Global markets sank on Thursday, in many cases giving up gains from the day before, as investors got to grips with moves by policymakers to rein in inflation by raising interest rates, and the effects that steeper borrowing costs could have on economic growth.
Futures on Wall Street suggested that stocks would fall when markets open, with the S&P 500 set to drop 2.3 percent. That would more than reverse the rise on Wednesday, when the market rallied after the Federal Reserve announced its largest rate increase in decades, a sign that it was prepared to inflict some economic pain to get prices under control. Wednesday’s rise broke a streak of five daily losses, but US stocks appear poised to resume their decline, slipping further into a bear market.

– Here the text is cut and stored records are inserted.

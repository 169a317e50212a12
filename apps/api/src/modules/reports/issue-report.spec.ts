import { execFileSync } from 'node:child_process';
import { createHash } from 'node:crypto';
import { mkdtempSync, rmSync, writeFileSync } from 'node:fs';
import { tmpdir } from 'node:os';
import { join } from 'node:path';
import request from 'supertest';
import type { EntityManager } from 'typeorm';
import { useTestApp } from '../../testing';
import { signAccessToken } from '../auth/access-token';
import * as cpuPool from '../../core/cpu-pool/cpu-pool';
import { demoReportContent } from './pdf/demo-report-content';
import { SCREENING_CAUTION } from './pdf/report-wording';
import { issueReport, type IssuanceStep } from './issue-report';
import { insertSubmittedAnalysis, type SubmittedAnalysis } from './submitted-analysis.fixture';

// Rendering and signing take about a second each on this machine; the default 5 s is too tight under load.
jest.setTimeout(30_000);
const t = useTestApp();
const dir = mkdtempSync(join(tmpdir(), 'ohmprint-issue-'));
afterAll(() => rmSync(dir, { recursive: true, force: true }));

const CALDER = { labName: 'Calder Analytical', clientName: 'Hollin Ridge Cellars', analystEmail: 'analyst@calder.test', reviewerEmail: 'reviewer@calder.test' };

/** What the reviewer's approve action does: approve the analysis and issue its report, atomically. */
function approve(a: SubmittedAnalysis, steps: IssuanceStep[] = []) {
  return t.db.transaction(async (manager: EntityManager) => {
    await manager.query(`UPDATE analysis SET status = 'approved' WHERE id = $1 AND status = 'submitted'`, [a.analysisId]);
    return issueReport(manager, {
      labId: a.labId,
      analysisId: a.analysisId,
      sampleId: a.sampleId,
      clientOrganisationId: a.clientOrganisationId,
      actorUserId: a.reviewerUserId,
      content: demoReportContent({ sample: { ...demoReportContent().sample, code: a.sampleCode } }),
      steps,
    });
  });
}

async function counts(a: SubmittedAnalysis) {
  const [row] = await t.db.query(
    `SELECT (SELECT status FROM analysis WHERE id = $1) AS analysis_status,
            (SELECT count(*)::int FROM test_report WHERE lab_id = $2) AS reports,
            (SELECT count(*)::int FROM report_number_claim WHERE lab_id = $2 AND state = 'issued') AS numbers_used,
            (SELECT count(*)::int FROM email_outbox WHERE lab_id = $2 AND subject LIKE 'Test report%') AS emails,
            (SELECT count(*)::int FROM audit_event WHERE lab_id = $2 AND action = 'report.issued') AS audits`,
    [a.analysisId, a.labId],
  );
  return row as { analysis_status: string; reports: number; numbers_used: number; emails: number; audits: number };
}

describe('issuing a report on approval', () => {
  it('leaves nothing behind when signing fails after rendering, and the analysis still awaits review', async () => {
    const a = await insertSubmittedAnalysis(t.db.manager, CALDER);
    const before = await counts(a);
    // Rendering and signing run in a worker thread: the failure is injected where the API hands them over.
    const run = cpuPool.runCpuTask;
    const spy = jest.spyOn(cpuPool, 'runCpuTask').mockImplementation(((name: string, input: never) =>
      name === 'renderAndSign' ? Promise.reject(new Error('signing device unavailable')) : run(name as never, input)) as typeof run);
    await expect(approve(a)).rejects.toThrow('signing device unavailable');
    expect(spy.mock.calls.filter(([name]) => name === 'renderAndSign')).toHaveLength(1);
    spy.mockRestore();
    expect(await counts(a)).toEqual({ ...before, analysis_status: 'submitted' });
  });

  it('leaves nothing behind when a later step of the same transaction fails', async () => {
    const a = await insertSubmittedAnalysis(t.db.manager, CALDER);
    const before = await counts(a);
    const failingStep: IssuanceStep = async () => {
      throw new Error('credits could not be consumed');
    };
    await expect(approve(a, [failingStep])).rejects.toThrow('credits could not be consumed');
    expect(await counts(a)).toEqual({ ...before, analysis_status: 'submitted' });
  });

  it('numbers, signs, hashes, stores, audits and e-mails the client in one go', async () => {
    const a = await insertSubmittedAnalysis(t.db.manager, CALDER);
    const seen: string[] = [];
    const report = await approve(a, [async (_m, r) => void seen.push(r.number)]);
    const year = new Date().getUTCFullYear();
    // The two failed attempts above used no number: this is the lab's first.
    expect(report.number).toBe(`CAL-${year}-000001`);
    expect(seen).toEqual([report.number]);
    const [stored] = await t.db.query('SELECT pdf, sha256, status FROM test_report WHERE id = $1', [report.id]);
    expect(stored.status).toBe('issued');
    expect(createHash('sha256').update(stored.pdf).digest('hex')).toBe(stored.sha256);
    const file = join(dir, 'issued.pdf');
    writeFileSync(file, stored.pdf);
    expect(execFileSync('pdfsig', [file], { encoding: 'utf8' })).toContain('Signature is Valid.');
    const text = execFileSync('pdftotext', [file, '-'], { encoding: 'utf8' });
    expect(text).toContain(report.number);
    expect(text).toContain(a.sampleCode);
    const after = await counts(a);
    expect(after).toMatchObject({ analysis_status: 'approved', reports: 1, numbers_used: 1, audits: 1 });
    const mails = await t.db.query('SELECT to_address, text_body FROM email_outbox WHERE lab_id = $1 AND subject = $2', [a.labId, `Test report ${report.number} is ready`]);
    expect(mails.map((m: { to_address: string }) => m.to_address)).toEqual(['admin@hollinridge.test', 'member@hollinridge.test']);
    expect(mails[0].text_body).toContain(`/verify?report=${report.number}&code=`);
    expect(mails[0].text_body).toContain(SCREENING_CAUTION);
  });

  it('gives the next report the next number', async () => {
    const a = await insertSubmittedAnalysis(t.db.manager, CALDER);
    const report = await approve(a);
    expect(report.number).toBe(`CAL-${new Date().getUTCFullYear()}-000002`);
  });

  it('gives another lab its own prefix and sequence', async () => {
    const a = await insertSubmittedAnalysis(t.db.manager, { labName: 'Marlow Test House', clientName: 'Greyfield Preserves', analystEmail: 'analyst@marlow.test', reviewerEmail: 'reviewer@marlow.test' });
    const report = await approve(a);
    expect(report.number).toBe(`MAR-${new Date().getUTCFullYear()}-000001`);
  });
});

describe('lab and client report routes', () => {
  let a: SubmittedAnalysis;
  let reportId: string;
  let number: string;
  beforeAll(async () => {
    a = await insertSubmittedAnalysis(t.db.manager, CALDER);
    const r = await approve(a);
    reportId = r.id;
    number = r.number;
  });

  const tokenOf = async (email: string) => {
    const [u] = await t.db.query('SELECT id FROM app_user WHERE email = $1', [email]);
    return { Authorization: `Bearer ${signAccessToken(u.id)}` };
  };

  it('lists and shows the lab its reports with verification details', async () => {
    const list = await request(t.app).get('/api/lab/reports').query({ q: number }).set(await t.authFor('analyst'));
    expect(list.status).toBe(200);
    expect(list.body.items.map((r: { number: string }) => r.number)).toEqual([number]);
    const one = await request(t.app).get(`/api/lab/reports/${reportId}`).set(await t.authFor('reviewer'));
    expect(one.status).toBe(200);
    expect(one.body).toMatchObject({ number, status: 'issued', clientOrganisation: { name: 'Hollin Ridge Cellars' } });
    expect(one.body.verificationCode).toMatch(/^[2-9A-Z]{4}-[2-9A-Z]{4}-[2-9A-Z]{4}$/);
  });

  it('downloads the PDF exactly as issued, with its digest', async () => {
    const res = await request(t.app).get(`/api/lab/reports/${reportId}/pdf`).set(await t.authFor('lab-admin')).buffer(true).parse((r, cb) => {
      const chunks: Buffer[] = [];
      r.on('data', (c: Buffer) => chunks.push(c));
      r.on('end', () => cb(null, Buffer.concat(chunks)));
    });
    expect(res.status).toBe(200);
    expect(res.headers['content-type']).toBe('application/pdf');
    const [stored] = await t.db.query('SELECT sha256 FROM test_report WHERE id = $1', [reportId]);
    expect(createHash('sha256').update(res.body as Buffer).digest('hex')).toBe(stored.sha256);
    expect(res.headers['repr-digest']).toBe(`sha-256=:${Buffer.from(stored.sha256, 'hex').toString('base64')}:`);
  });

  it('answers 404 to another lab and to a client of another organisation, on every report route', async () => {
    const marlow = await t.authFor('lab-admin', 'marlow');
    for (const path of [`/api/lab/reports/${reportId}`, `/api/lab/reports/${reportId}/pdf`]) {
      expect((await request(t.app).get(path).set(marlow)).status).toBe(404);
    }
    expect((await request(t.app).post(`/api/lab/reports/${reportId}/revoke`).set(marlow).send({ reason: 'not ours to revoke' })).status).toBe(404);
    expect((await request(t.app).post(`/api/lab/reports/${reportId}/amend`).set(marlow).send({ reason: 'not ours to amend', corrections: { remarks: 'x' } })).status).toBe(404);
    const marlowList = await request(t.app).get('/api/lab/reports').set(marlow);
    expect(marlowList.body.items.map((r: { number: string }) => r.number)).not.toContain(number);
    const brightwater = await tokenOf('member@brightwater.test');
    expect((await request(t.app).get(`/api/client/reports/${reportId}/pdf`).set(brightwater)).status).toBe(404);
    expect((await request(t.app).get('/api/client/reports').set(brightwater)).body.items).toEqual([]);
  });

  it("lets the client's members list and download their own report", async () => {
    const member = await t.authFor('client-member');
    const list = await request(t.app).get('/api/client/reports').set(member);
    expect(list.status).toBe(200);
    expect(list.body.items.map((r: { number: string }) => r.number)).toContain(number);
    expect(list.body.items[0]).not.toHaveProperty('verificationCode');
    expect((await request(t.app).get(`/api/client/reports/${reportId}/pdf`).set(member)).status).toBe(200);
  });

  it('refuses the wrong roles and anonymous callers', async () => {
    expect((await request(t.app).get('/api/lab/reports')).status).toBe(401);
    expect((await request(t.app).get('/api/lab/reports').set(await t.authFor('client-admin'))).status).toBe(403);
    expect((await request(t.app).get('/api/client/reports').set(await t.authFor('analyst'))).status).toBe(403);
    expect((await request(t.app).post(`/api/lab/reports/${reportId}/revoke`).set(await t.authFor('analyst')).send({ reason: 'analysts may not revoke' })).status).toBe(403);
    expect((await request(t.app).post(`/api/lab/reports/${reportId}/amend`).set(await t.authFor('intake-technician')).send({ reason: 'intake may not amend', corrections: { remarks: 'x' } })).status).toBe(403);
    expect((await request(t.app).get('/api/lab/reports').set(await t.authFor('platform-operator'))).status).toBe(403);
  });

  it('says which field is wrong in an amendment without changing anything', async () => {
    const res = await request(t.app).post(`/api/lab/reports/${reportId}/amend`).set(await t.authFor('reviewer')).send({ reason: 'x', corrections: {} });
    expect(res.status).toBe(400);
    expect(res.body.errors.map((e: { field: string }) => e.field).sort()).toEqual(['corrections', 'reason']);
    expect((await request(t.app).get(`/api/lab/reports/${reportId}`).set(await t.authFor('reviewer'))).body.status).toBe('issued');
  });

  it('amends: a new revision names the one it replaces, which then reads as superseded', async () => {
    const res = await request(t.app)
      .post(`/api/lab/reports/${reportId}/amend`)
      .set(await t.authFor('reviewer'))
      .send({ reason: 'Claimed lot misread at intake; corrected from the label photo.', corrections: { sample: { claimedLot: 'L2025-119' } } });
    expect(res.status).toBe(201);
    expect(res.body).toMatchObject({ number: `${number}-R1`, revision: 1, status: 'issued', replacesNumber: number, amendmentReason: 'Claimed lot misread at intake; corrected from the label photo.' });
    const old = await request(t.app).get(`/api/lab/reports/${reportId}`).set(await t.authFor('reviewer'));
    expect(old.body).toMatchObject({ status: 'superseded', supersededByNumber: `${number}-R1` });
    const [row] = await t.db.query('SELECT pdf FROM test_report WHERE id = $1', [res.body.id]);
    const file = join(dir, 'amended.pdf');
    writeFileSync(file, row.pdf);
    const text = execFileSync('pdftotext', [file, '-'], { encoding: 'utf8' }).replace(/\s+/g, ' ');
    expect(text).toContain(`This report replaces report ${number}`);
    expect(text).toContain('L2025-119');
    expect(execFileSync('pdfsig', [file], { encoding: 'utf8' })).toContain('Signature is Valid.');
    const [audit] = await t.db.query(`SELECT details FROM audit_event WHERE action = 'report.amended' AND subject_id = $1`, [res.body.id]);
    expect(audit.details).toMatchObject({ replaces: number });
    const again = await request(t.app).post(`/api/lab/reports/${reportId}/amend`).set(await t.authFor('reviewer')).send({ reason: 'amending the old one again', corrections: { remarks: 'x' } });
    expect(again.status).toBe(409);
    expect(again.body.detail).toContain(`${number}-R1`);
  });

  it('revokes with a reason, audited, and refuses to revoke twice', async () => {
    const b = await insertSubmittedAnalysis(t.db.manager, CALDER);
    const r = await approve(b);
    const res = await request(t.app).post(`/api/lab/reports/${r.id}/revoke`).set(await t.authFor('lab-admin')).send({ reason: 'Sample found to be mislabelled at intake.' });
    expect(res.status).toBe(200);
    expect(res.body).toMatchObject({ status: 'revoked', revocationReason: 'Sample found to be mislabelled at intake.', revokedBy: 'Alex Calder-Admin (demo)' });
    const [audit] = await t.db.query(`SELECT details FROM audit_event WHERE action = 'report.revoked' AND subject_id = $1`, [r.id]);
    expect(audit.details).toEqual({ number: r.number, reason: 'Sample found to be mislabelled at intake.' });
    expect((await request(t.app).post(`/api/lab/reports/${r.id}/revoke`).set(await t.authFor('lab-admin')).send({ reason: 'second time round' })).status).toBe(409);
  });
});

Jerome H. Powell, the Fed chair, stressed that inducing a recession was not part of the plan, but economists are skeptical. Analysts at Bank of America said the Fed was forecasting an “implausibly soft landing” for the economy, while their counterparts at Deutsche Bank called the central bank “overly optimistic” in its thinking that it can tame inflation without causing a recession.
Government bond yields, a measure of borrowing costs, fell after the Fed suggested that it wouldn’t make a habit of supersized rate increases, but jumped back up in early trading on Thursday, with traders betting that rates would need to rise much higher to deal with persistent inflation. The 2-year Treasury note traded at 3.38 percent, about a half-point higher than just a week ago.

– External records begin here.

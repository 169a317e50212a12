import type { ColumnRole, FrequencyUnit, ImpedanceUnit, PhaseUnit } from './import-options';

/** A header cell read as a role and, when written, a unit and its scale to Hz, Ω or radians. */
export interface ColumnHeader {
  readonly role: ColumnRole;
  readonly unit: string | null;
  /** Multiplier to Hz, Ω or radians; null when the unit is absent. */
  readonly scale: number | null;
  /** The unit text when it was given but is not one this role accepts. */
  readonly badUnit?: string;
}

const FREQUENCY = new Set(['f', 'freq', 'frequency', 'frequenz', 'fréquence']);
const REAL = new Set(["z'", 'zre', 'zreal', 're(z)', 'rez', 'real', 're', 'zr', 'real(z)', 'z_re', 'zprime', "re(z')"]);
const IMAGINARY = new Set(["z''", 'zim', 'zimag', 'im(z)', 'imz', 'imag', 'imaginary', 'im', 'zi', 'imag(z)', 'z_im', 'zdoubleprime']);
const MODULUS = new Set(['|z|', 'zmod', 'mod(z)', 'modulus', 'magnitude', 'mag', 'abs(z)', '|impedance|', 'zabs', 'modz']);
const PHASE = new Set(['phase', 'phi', 'φ', 'θ', 'theta', 'zphz', 'phz', 'phase(z)', 'phaseangle', 'arg(z)', 'zphase', 'angle']);

export const FREQUENCY_SCALES: Readonly<Record<FrequencyUnit, number>> = { Hz: 1, kHz: 1e3, MHz: 1e6 };
export const IMPEDANCE_SCALES: Readonly<Record<ImpedanceUnit, number>> = { 'Ω': 1, 'kΩ': 1e3, 'MΩ': 1e6 };
export const PHASE_SCALES: Readonly<Record<PhaseUnit, number>> = { deg: Math.PI / 180, rad: 1 };

/** Typographic primes and minus signs as plain ASCII, so Z′ and Z' read alike. */
export function plainText(text: string): string {
  return text
    .replace(/[\u2032\u2019\u00b4]/g, "'")
    .replace(/[\u2033\u201d]/g, "''")
    .replace(/[\u2212\u2013]/g, '-')
    .replace(/\u2126/g, 'Ω');
}

/**
 * Splits "Name (unit)", "Name [unit]" and "Name / unit". Plain index searches, no backtracking
 * regular expression, so a hostile header cannot make the import hang.
 */
function splitUnit(raw: string): { name: string; unit: string | null } {
  const cell = raw.trim();
  const close = cell.charAt(cell.length - 1);
  if (close === ')' || close === ']') {
    const open = cell.lastIndexOf(close === ')' ? '(' : '[');
    const name = open > 0 ? cell.slice(0, open).trim() : '';
    const inner = cell.slice(open + 1, -1).trim();
    // "Re(Z)" and "Phase(Z)" keep their brackets: what they enclose is the quantity, not a unit.
    if (name !== '' && !/^z'*$/i.test(inner)) return { name, unit: inner };
    return { name: cell, unit: null };
  }
  const slash = cell.lastIndexOf('/');
  if (slash > 0) return { name: cell.slice(0, slash).trim(), unit: cell.slice(slash + 1).trim() };
  return { name: cell, unit: null };
}

function frequencyScale(unit: string): number | undefined {
  if (unit === 'Hz' || unit.toLowerCase() === 'hz') return 1;
  if (unit.toLowerCase() === 'khz') return 1e3;
  // Case decides between mega- and millihertz.
  if (unit === 'MHz' || unit === 'MHZ') return 1e6;
  if (unit === 'mHz') return 1e-3;
  return undefined;
}

function impedanceScale(unit: string): number | undefined {
  const u = unit.replace(/\s+/g, '');
  const base = /^(ohms?|Ω|Ohms?|OHMS?)$/;
  if (base.test(u)) return 1;
  if (/^[kK]/.test(u) && base.test(u.slice(1))) return 1e3;
  if (/^M/.test(u) && base.test(u.slice(1))) return 1e6;
  if (/^m/.test(u) && base.test(u.slice(1))) return 1e-3;
  return undefined;
}

function phaseScale(unit: string): number | undefined {
  const u = unit.toLowerCase();
  if (u === '°' || u === 'deg' || u === 'degree' || u === 'degrees' || u === 'grad' || u === 'º') return Math.PI / 180;
  if (u === 'rad' || u === 'radian' || u === 'radians') return 1;
  return undefined;
}

/** Reads one header cell; null when the cell names nothing this importer uses. */
export function readColumnHeader(raw: string): ColumnHeader | null {
  const cell = plainText(raw.trim().replace(/^"(.*)"$/, '$1').trim());
  const { name, unit } = splitUnit(cell);
  let key = name.toLowerCase().replace(/[\s_.]+/g, '');
  let negative = false;
  if (key.startsWith('-')) {
    negative = true;
    key = key.slice(1);
  }
  key = key.replace(/"/g, "''");
  const withUnit = (role: ColumnRole, scaleOf: (u: string) => number | undefined): ColumnHeader => {
    if (unit === null || unit === '') return { role, unit: null, scale: null };
    const scale = scaleOf(unit);
    return scale === undefined ? { role, unit, scale: null, badUnit: unit } : { role, unit, scale };
  };
  if (FREQUENCY.has(key) && !negative) return withUnit('frequency', frequencyScale);
  if (REAL.has(key) && !negative) return withUnit('real', impedanceScale);
  if (IMAGINARY.has(key)) return withUnit(negative ? 'negativeImaginary' : 'imaginary', impedanceScale);
  if (MODULUS.has(key) && !negative) return withUnit('modulus', impedanceScale);
  if (PHASE.has(key)) return withUnit(negative ? 'negativePhase' : 'phase', phaseScale);
  return null;
}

In Europe, the Stoxx 600 index fell 2 percent in early trading, putting it on track for its seventh decline in eight days. The fall reversed all of the gain the day before, after the European Central Bank called an unscheduled meeting to address growing concerns about “fragmentation” of markets in the eurozone.

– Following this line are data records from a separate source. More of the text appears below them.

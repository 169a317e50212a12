import { ChangeDetectionStrategy, Component, inject } from '@angular/core';
import { NonNullableFormBuilder, ReactiveFormsModule, Validators } from '@angular/forms';
import { MatButtonModule } from '@angular/material/button';
import { MatDialogModule, MatDialogRef } from '@angular/material/dialog';
import { MatProgressBarModule } from '@angular/material/progress-bar';
import { MatRadioModule } from '@angular/material/radio';
import type { ClientRole, Invitation } from '@ohmprint/contracts';
import { FormSubmission, InviteeEmailField, Notice } from '@ohmprint/ui';
import { TeamData } from './team-data';

@Component({
  selector: 'ohm-invite-member-dialog',
  changeDetection: ChangeDetectionStrategy.OnPush,
  imports: [ReactiveFormsModule, MatDialogModule, MatButtonModule, MatRadioModule, MatProgressBarModule, InviteeEmailField, Notice],
  template: `
    <h2 mat-dialog-title>Invite a colleague</h2>
    <form [formGroup]="form" (ngSubmit)="invite()" novalidate>
      <mat-dialog-content class="ohm-dialog-form">
        <p class="lead">They get an e-mail with a link to choose their name and password. The link works once.</p>
        @if (problem(); as p) {
          <ohm-notice tone="error" icon="error">{{ p.summary }}</ohm-notice>
        }
        <ohm-invitee-email-field [control]="form.controls.email" [focusFirst]="true" />
        <fieldset>
          <legend>What they may do</legend>
          <mat-radio-group formControlName="role" class="roles" aria-label="Role">
            <mat-radio-button value="client-member">
              <span class="choice">Member</span>
              <span class="hint">Sees orders and downloads reports.</span>
            </mat-radio-button>
            <mat-radio-button value="client-admin">
              <span class="choice">Admin</span>
              <span class="hint">Also manages products, orders, credits and the team.</span>
            </mat-radio-button>
          </mat-radio-group>
        </fieldset>
        @if (saving()) {
          <mat-progress-bar mode="indeterminate" aria-label="Sending the invitation" />
        }
      </mat-dialog-content>
      <mat-dialog-actions align="end">
        <button mat-button type="button" mat-dialog-close>Cancel</button>
        <button mat-flat-button type="submit" [disabled]="saving()">Send invitation</button>
      </mat-dialog-actions>
    </form>
  `,
  styles: `
    .roles {
      display: flex;
      flex-direction: column;
    }
    .choice {
      display: block;
    }
    .hint {
      display: block;
      font: var(--mat-sys-body-small);
      color: var(--mat-sys-on-surface-variant);
    }
  `,
})
export class InviteMemberDialog {
  private readonly data = inject(TeamData);
  private readonly dialogRef = inject<MatDialogRef<InviteMemberDialog, Invitation>>(MatDialogRef);
  protected readonly form = inject(NonNullableFormBuilder).group({
    email: ['', [Validators.required, Validators.email]],
    role: ['client-member' as ClientRole, Validators.required],
  });
  private readonly submission = new FormSubmission(this.form);
  protected readonly saving = this.submission.saving;
  protected readonly problem = this.submission.problem;

  protected invite(): void {
    this.submission.submit(
      () => this.data.invite(this.form.getRawValue()),
      (invitation) => this.dialogRef.close(invitation),
    );
  }
}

On Thursday, Switzerland’s central bank raised its interest rate for the first time in 15 years, a more aggressive move than many expected — the country’s benchmark stock index, the SMI, fell 2.6 percent. Investors also prepared for the Bank of England to announce the latest in a series of rate increases, with the FTSE 100 down more than 2 percent.
Stocks in Asia closed mixed, with Japan’s Nikkei 225 up 0.4 percent, Korea’s KOSPI gaining 0.2 percent and Hong Kong’s Hang Seng losing more than 2 percent.